-- Opening Marker --
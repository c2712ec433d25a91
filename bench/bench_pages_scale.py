"""Benchmark: the read pages of a scale plant against their floor, interleaved in one run.

The plant overview, the filtered register list, the SIF page with a long history and the
technician's worklist, each beside a bare psycopg read of the same rows (the floors of
``bench_scale.py``) and their ratio. Nothing is generated or recomputed here: run
``bench_scale.py`` (or ``make_scale_plant``) on the database first. Run by hand:
    DATABASE_URL=postgres://postgres@127.0.0.1:5432/<a copy of the scale plant> \\
        .venv/bin/python bench/bench_pages_scale.py --sifs 5000 --repeat 5
``--profile NAME`` prints where the time of one page goes (cProfile, cumulative).
"""

import argparse
import cProfile
import os
import pstats
import sys
import time
from pathlib import Path

ROOT = Path(__file__).resolve().parent.parent
sys.path.insert(0, str(ROOT))
sys.path.insert(0, str(ROOT / "bench"))
os.environ.setdefault("DJANGO_SETTINGS_MODULE", "config.settings.base")

from bench_scale import INPUT_ROWS, LATEST, PLANS  # noqa: E402 (after the path is set)

PAGES = ("plant overview", "filtered register list", "filtered list, overdue",
         "SIF page, long history", "technician worklist")


def main():
    parser = argparse.ArgumentParser()
    parser.add_argument("--sifs", type=int, default=5000)
    parser.add_argument("--repeat", type=int, default=5)
    parser.add_argument("--profile", choices=PAGES)
    args = parser.parse_args()
    import django

    django.setup()
    import psycopg
    from django.conf import settings
    from django.contrib.auth import get_user_model
    from django.db import connection
    from django.test import Client
    from django.test.utils import CaptureQueriesContext

    from register import choices
    from register.models import Membership, SafetyFunction, Site

    settings.ALLOWED_HOSTS = ["*"]
    code = f"scale{args.sifs}"
    site = Site.objects.get(code=code)
    sif = SafetyFunction.objects.filter(unit__site=site).order_by("pk").first()
    User = get_user_model()
    lead, _ = User.objects.get_or_create(username=f"{code}-lead")
    Membership.objects.get_or_create(user=lead, site=site, defaults={"role": choices.Role.LEAD})
    tech = User.objects.get(username=f"{code}-tech")
    dsn = settings.DATABASES["default"]
    bare = psycopg.connect(host=dsn["HOST"] or "127.0.0.1", port=dsn["PORT"] or 5432,
                           user=dsn["USER"], password=dsn["PASSWORD"], dbname=dsn["NAME"])
    latest = LATEST.replace("{sifs}", "{sifs} AND a.latest")
    plant = f"u.site_id = {site.pk}"
    one = f"s.id = {sif.pk}"
    overdue = (" AND EXISTS (SELECT 1 FROM register_testplan p WHERE p.sif_id = s.id "
               "AND p.next_due_on < current_date)")

    def floor(*sqls, where):
        with bare.cursor() as cur:
            for sql in sqls:
                cur.execute(sql.format(sifs=where))
                cur.fetchall()
        return len(sqls)

    lead_client, tech_client = Client(), Client()
    lead_client.force_login(lead)
    tech_client.force_login(tech)

    def page(client, url):
        def run():
            resp = client.get(url)
            assert resp.status_code == 200, (url, resp.status_code)
        return run

    steps = {
        "plant overview": (page(lead_client, "/"),
                           lambda: floor(latest, PLANS, where=plant)),
        "filtered register list": (page(lead_client, "/sifs/?target_sil=2"), lambda: floor(
            latest + " LIMIT 50", where=plant + " AND s.target_sil = 2")),
        "filtered list, overdue": (page(lead_client, "/sifs/?target_sil=2&overdue=true"),
                                   lambda: floor(latest + " LIMIT 50", where=plant
                                                 + " AND s.target_sil = 2" + overdue)),
        "SIF page, long history": (page(lead_client, f"/sifs/{sif.pk}/"),
                                   lambda: floor(*INPUT_ROWS, latest, where=one)),
        "technician worklist": (page(tech_client, "/field/"),
                                lambda: floor(PLANS, where=plant)),
    }
    if args.profile:
        run = steps[args.profile][0]
        run()
        prof = cProfile.Profile()
        prof.enable()
        run()
        prof.disable()
        pstats.Stats(prof).sort_stats("cumulative").print_stats(40)
        return
    best: dict[str, list] = {}
    for _ in range(args.repeat):
        for name, (run, bare_read) in steps.items():
            with CaptureQueriesContext(connection) as q:
                t = time.perf_counter()
                run()
                took = time.perf_counter() - t
            t = time.perf_counter()
            n_floor = bare_read()
            fl = time.perf_counter() - t
            prev = best.get(name)
            if prev is None:
                best[name] = [took, len(q), fl, n_floor]
            else:
                prev[0], prev[2] = min(prev[0], took), min(prev[2], fl)
    print(f"{'page':30} {'project':>10} {'queries':>8} {'floor':>10} {'queries':>8} {'ratio':>7}")
    for name, (took, n, fl, nf) in best.items():
        print(f"{name:30} {took * 1000:8.0f} ms {n:8d} {fl * 1000:8.1f} ms {nf:8d} "
              f"{took / fl if fl else float('inf'):6.1f}x")
    bare.close()


if __name__ == "__main__":
    main()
-- Closing Marker --
Find every line in the records that holds the word "first", then state the count alone.

• _Task solution_: 2